» WHAT YOU ARE ASKED TO DO:
All lines holding the string "export" should be copied from the data below.

--

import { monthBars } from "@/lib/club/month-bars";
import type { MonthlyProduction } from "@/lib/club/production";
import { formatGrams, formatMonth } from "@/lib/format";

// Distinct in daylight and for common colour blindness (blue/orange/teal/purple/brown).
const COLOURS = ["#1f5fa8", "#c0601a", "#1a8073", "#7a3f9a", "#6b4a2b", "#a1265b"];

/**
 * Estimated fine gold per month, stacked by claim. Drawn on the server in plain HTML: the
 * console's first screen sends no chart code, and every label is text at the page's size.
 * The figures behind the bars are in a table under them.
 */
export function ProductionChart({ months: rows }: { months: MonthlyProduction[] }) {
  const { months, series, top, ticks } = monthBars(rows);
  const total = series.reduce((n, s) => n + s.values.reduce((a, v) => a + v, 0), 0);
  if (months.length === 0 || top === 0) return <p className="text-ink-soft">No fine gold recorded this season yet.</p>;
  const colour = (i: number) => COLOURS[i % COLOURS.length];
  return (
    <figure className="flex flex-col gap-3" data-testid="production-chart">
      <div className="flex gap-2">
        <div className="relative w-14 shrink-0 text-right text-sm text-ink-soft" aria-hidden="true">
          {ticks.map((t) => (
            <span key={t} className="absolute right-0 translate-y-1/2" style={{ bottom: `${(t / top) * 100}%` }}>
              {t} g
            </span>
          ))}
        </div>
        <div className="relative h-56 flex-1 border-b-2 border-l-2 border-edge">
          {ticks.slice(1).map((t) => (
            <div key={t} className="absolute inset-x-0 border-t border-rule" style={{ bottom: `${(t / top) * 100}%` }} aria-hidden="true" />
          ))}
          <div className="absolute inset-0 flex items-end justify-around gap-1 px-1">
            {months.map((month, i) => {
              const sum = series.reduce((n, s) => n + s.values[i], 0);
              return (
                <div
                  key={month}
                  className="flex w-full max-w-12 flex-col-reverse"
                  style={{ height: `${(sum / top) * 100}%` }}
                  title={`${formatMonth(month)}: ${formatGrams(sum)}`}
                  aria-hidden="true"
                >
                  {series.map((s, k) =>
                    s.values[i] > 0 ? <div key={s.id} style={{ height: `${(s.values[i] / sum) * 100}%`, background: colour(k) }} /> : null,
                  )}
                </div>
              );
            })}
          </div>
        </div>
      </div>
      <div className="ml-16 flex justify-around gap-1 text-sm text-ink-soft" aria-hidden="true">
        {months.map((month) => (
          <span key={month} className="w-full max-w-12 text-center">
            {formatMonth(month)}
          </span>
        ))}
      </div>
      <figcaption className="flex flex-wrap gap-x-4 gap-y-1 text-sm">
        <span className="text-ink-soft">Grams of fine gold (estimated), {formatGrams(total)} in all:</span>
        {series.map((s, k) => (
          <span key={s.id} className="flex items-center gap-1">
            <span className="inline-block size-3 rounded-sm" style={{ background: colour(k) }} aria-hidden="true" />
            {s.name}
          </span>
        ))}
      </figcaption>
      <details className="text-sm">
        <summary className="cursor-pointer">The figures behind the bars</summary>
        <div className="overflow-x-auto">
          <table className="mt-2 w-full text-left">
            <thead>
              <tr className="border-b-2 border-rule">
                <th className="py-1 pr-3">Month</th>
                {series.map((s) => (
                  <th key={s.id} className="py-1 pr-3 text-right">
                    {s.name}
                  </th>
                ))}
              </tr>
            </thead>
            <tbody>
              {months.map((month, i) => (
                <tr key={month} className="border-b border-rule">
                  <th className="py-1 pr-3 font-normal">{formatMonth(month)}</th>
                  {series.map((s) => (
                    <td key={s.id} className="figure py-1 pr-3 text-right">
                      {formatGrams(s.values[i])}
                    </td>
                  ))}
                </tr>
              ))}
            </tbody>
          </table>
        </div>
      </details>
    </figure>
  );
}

--

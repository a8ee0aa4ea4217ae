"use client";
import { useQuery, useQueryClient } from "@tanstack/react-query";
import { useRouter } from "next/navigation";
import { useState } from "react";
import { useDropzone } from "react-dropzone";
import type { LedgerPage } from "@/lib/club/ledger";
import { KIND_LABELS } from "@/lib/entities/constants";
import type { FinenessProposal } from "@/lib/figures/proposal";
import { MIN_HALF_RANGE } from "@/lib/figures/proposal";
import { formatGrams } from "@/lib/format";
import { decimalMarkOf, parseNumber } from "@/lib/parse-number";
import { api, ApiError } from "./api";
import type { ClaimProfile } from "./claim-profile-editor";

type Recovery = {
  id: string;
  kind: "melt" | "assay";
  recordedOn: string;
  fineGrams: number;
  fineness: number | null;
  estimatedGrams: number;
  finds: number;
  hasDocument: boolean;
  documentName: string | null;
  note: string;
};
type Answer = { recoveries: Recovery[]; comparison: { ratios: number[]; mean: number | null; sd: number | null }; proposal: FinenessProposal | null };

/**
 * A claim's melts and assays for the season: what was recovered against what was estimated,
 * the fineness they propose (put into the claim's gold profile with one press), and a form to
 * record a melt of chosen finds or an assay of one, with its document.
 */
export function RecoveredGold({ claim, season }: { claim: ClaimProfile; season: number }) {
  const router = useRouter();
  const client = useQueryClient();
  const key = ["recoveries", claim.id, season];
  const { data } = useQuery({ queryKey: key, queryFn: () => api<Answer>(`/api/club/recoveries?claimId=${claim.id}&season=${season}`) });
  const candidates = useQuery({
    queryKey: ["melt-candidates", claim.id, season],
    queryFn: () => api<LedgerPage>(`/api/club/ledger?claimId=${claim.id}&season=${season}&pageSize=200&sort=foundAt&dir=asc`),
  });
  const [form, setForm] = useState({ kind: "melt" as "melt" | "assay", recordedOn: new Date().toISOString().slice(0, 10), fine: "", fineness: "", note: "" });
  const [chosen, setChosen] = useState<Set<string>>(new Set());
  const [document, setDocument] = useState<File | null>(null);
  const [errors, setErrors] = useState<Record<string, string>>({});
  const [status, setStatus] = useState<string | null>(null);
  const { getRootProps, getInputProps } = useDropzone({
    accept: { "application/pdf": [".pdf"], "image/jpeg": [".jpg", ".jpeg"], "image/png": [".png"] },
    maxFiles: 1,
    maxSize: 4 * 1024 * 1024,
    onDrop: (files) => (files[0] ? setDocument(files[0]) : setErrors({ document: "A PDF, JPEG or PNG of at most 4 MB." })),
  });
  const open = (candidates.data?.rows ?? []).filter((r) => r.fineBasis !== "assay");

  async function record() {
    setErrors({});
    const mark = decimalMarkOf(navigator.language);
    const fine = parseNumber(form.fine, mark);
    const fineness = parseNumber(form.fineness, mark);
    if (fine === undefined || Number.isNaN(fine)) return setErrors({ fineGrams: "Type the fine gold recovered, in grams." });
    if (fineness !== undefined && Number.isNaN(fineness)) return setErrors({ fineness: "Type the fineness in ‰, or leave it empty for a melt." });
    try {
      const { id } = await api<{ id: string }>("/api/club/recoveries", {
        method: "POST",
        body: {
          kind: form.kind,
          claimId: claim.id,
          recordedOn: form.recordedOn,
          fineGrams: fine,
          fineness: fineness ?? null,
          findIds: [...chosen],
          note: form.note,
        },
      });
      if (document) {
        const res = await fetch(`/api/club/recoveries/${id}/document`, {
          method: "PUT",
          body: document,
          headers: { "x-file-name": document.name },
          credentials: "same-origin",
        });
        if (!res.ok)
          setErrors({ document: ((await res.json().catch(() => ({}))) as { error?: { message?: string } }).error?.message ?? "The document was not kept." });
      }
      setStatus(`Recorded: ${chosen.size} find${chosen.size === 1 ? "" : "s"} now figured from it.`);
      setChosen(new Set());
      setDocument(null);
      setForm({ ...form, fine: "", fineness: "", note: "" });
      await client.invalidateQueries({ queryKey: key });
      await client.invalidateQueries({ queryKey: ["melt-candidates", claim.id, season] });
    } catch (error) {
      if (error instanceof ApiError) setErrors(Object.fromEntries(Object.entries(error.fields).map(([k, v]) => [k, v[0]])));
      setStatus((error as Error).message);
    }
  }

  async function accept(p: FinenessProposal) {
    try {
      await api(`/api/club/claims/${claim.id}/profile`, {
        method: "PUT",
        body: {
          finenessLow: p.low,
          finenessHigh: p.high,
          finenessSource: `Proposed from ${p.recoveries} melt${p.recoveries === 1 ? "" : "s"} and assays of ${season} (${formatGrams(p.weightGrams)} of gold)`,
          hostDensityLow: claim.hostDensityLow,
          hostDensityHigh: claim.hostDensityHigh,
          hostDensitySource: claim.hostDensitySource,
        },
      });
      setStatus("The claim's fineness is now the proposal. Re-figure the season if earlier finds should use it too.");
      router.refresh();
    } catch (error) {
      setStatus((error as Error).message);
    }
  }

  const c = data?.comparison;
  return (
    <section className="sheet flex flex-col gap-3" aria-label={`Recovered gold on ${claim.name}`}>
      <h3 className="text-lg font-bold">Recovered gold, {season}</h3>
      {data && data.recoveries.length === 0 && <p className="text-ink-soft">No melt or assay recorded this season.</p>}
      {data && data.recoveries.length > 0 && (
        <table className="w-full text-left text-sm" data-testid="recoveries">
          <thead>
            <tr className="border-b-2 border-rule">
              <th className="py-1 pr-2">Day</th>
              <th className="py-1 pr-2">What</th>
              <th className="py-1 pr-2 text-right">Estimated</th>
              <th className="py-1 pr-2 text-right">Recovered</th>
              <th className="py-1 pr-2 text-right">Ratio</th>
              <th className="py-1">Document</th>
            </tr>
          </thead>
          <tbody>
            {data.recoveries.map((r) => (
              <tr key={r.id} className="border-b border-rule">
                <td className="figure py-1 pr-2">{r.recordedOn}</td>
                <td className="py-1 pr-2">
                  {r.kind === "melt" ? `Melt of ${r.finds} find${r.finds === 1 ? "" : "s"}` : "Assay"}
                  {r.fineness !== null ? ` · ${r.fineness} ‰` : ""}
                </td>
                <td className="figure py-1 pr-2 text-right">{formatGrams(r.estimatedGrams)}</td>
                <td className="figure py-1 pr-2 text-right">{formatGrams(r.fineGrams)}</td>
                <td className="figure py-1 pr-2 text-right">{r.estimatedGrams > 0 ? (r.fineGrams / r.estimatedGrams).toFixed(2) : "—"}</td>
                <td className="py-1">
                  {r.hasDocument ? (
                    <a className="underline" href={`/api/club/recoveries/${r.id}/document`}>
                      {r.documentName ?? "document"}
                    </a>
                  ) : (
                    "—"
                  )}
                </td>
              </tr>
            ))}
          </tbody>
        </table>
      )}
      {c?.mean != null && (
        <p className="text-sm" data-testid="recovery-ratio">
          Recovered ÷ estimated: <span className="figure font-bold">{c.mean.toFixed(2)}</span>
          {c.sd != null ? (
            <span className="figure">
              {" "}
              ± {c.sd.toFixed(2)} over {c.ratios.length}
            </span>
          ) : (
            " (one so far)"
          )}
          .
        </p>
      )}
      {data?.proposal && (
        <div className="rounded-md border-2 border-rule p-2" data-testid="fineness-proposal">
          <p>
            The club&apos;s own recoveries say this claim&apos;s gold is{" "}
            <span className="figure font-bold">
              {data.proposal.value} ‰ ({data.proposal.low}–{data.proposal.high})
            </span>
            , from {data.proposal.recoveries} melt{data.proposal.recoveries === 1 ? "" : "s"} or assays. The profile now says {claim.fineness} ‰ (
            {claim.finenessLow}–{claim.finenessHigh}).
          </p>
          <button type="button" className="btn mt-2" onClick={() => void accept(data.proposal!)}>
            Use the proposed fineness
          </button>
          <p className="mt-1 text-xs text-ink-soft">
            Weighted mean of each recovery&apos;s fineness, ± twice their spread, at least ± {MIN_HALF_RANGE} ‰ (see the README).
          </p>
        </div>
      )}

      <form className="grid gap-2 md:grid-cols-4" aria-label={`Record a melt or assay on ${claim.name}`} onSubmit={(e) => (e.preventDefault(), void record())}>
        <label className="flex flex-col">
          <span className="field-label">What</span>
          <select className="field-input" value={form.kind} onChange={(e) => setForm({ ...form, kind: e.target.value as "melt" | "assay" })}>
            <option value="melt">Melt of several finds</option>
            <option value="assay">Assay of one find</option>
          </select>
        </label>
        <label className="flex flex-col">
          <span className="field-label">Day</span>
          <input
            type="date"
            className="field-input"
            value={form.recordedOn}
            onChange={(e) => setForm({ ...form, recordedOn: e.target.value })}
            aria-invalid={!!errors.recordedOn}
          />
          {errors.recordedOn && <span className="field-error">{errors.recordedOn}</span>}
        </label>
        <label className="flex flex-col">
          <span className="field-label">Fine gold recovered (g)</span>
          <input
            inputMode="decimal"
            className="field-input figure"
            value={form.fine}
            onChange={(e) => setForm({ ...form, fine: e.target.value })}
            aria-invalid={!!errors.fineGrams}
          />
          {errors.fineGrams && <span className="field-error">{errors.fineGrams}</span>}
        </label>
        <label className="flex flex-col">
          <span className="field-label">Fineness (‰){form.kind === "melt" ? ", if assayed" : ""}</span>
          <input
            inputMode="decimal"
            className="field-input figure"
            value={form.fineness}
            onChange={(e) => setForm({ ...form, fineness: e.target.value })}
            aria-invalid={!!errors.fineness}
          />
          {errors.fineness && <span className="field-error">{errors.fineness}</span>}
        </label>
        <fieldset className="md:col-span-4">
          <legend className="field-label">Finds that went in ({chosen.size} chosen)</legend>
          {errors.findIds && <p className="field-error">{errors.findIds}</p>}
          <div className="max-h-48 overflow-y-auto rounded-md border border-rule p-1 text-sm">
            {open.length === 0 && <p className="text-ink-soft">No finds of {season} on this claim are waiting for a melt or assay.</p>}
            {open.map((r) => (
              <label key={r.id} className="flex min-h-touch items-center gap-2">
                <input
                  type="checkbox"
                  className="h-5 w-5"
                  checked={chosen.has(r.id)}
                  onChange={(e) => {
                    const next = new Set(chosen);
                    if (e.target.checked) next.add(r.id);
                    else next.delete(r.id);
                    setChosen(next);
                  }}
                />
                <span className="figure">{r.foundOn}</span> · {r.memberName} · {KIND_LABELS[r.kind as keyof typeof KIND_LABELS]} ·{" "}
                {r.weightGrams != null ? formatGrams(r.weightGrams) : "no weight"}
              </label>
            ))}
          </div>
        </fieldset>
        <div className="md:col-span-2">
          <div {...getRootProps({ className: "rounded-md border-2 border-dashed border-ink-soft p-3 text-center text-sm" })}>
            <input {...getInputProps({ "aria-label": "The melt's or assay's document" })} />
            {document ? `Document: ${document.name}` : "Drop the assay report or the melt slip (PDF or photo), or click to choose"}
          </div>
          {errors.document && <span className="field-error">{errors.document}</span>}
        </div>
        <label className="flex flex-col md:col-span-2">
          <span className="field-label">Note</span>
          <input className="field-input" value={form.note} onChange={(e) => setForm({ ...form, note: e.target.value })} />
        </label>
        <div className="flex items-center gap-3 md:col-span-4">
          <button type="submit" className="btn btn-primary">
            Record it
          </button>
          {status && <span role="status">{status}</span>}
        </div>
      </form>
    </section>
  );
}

--

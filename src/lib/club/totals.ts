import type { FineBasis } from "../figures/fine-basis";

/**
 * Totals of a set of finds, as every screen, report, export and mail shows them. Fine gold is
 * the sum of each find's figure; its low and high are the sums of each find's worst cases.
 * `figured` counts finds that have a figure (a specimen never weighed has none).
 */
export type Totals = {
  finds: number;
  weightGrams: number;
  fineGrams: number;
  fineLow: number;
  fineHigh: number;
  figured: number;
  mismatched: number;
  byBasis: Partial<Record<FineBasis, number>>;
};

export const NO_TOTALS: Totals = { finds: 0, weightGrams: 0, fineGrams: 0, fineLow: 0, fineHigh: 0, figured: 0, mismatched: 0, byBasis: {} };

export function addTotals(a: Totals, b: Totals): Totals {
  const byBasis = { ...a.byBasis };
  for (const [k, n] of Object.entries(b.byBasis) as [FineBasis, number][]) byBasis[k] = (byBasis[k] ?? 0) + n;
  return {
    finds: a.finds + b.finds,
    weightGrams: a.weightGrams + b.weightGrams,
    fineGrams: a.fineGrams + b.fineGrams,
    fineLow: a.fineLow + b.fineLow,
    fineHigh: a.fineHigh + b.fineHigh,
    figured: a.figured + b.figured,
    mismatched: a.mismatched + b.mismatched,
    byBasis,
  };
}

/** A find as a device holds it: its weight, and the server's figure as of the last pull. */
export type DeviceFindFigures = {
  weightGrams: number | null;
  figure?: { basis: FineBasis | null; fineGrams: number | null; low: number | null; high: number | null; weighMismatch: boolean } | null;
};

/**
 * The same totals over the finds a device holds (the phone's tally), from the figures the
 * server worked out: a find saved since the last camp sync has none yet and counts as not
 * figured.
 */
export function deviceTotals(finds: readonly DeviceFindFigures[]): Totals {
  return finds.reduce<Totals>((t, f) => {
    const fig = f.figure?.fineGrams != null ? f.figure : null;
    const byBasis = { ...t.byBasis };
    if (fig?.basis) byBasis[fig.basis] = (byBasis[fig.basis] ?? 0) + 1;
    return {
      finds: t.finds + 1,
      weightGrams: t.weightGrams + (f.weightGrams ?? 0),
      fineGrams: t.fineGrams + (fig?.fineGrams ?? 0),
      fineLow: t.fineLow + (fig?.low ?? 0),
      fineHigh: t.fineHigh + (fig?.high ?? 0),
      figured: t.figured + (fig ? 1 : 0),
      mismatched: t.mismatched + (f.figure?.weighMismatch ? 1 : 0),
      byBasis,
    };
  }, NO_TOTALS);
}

--

» RESULT OF THIS TASK:
export function ProductionChart({ months: rows }: { months: MonthlyProduction[] }) {
export function RecoveredGold({ claim, season }: { claim: ClaimProfile; season: number }) {
 * Totals of a set of finds, as every screen, report, export and mail shows them. Fine gold is
export type Totals = {
export const NO_TOTALS: Totals = { finds: 0, weightGrams: 0, fineGrams: 0, fineLow: 0, fineHigh: 0, figured: 0, mismatched: 0, byBasis: {} };
export function addTotals(a: Totals, b: Totals): Totals {
export type DeviceFindFigures = {
export function deviceTotals(finds: readonly DeviceFindFigures[]): Totals {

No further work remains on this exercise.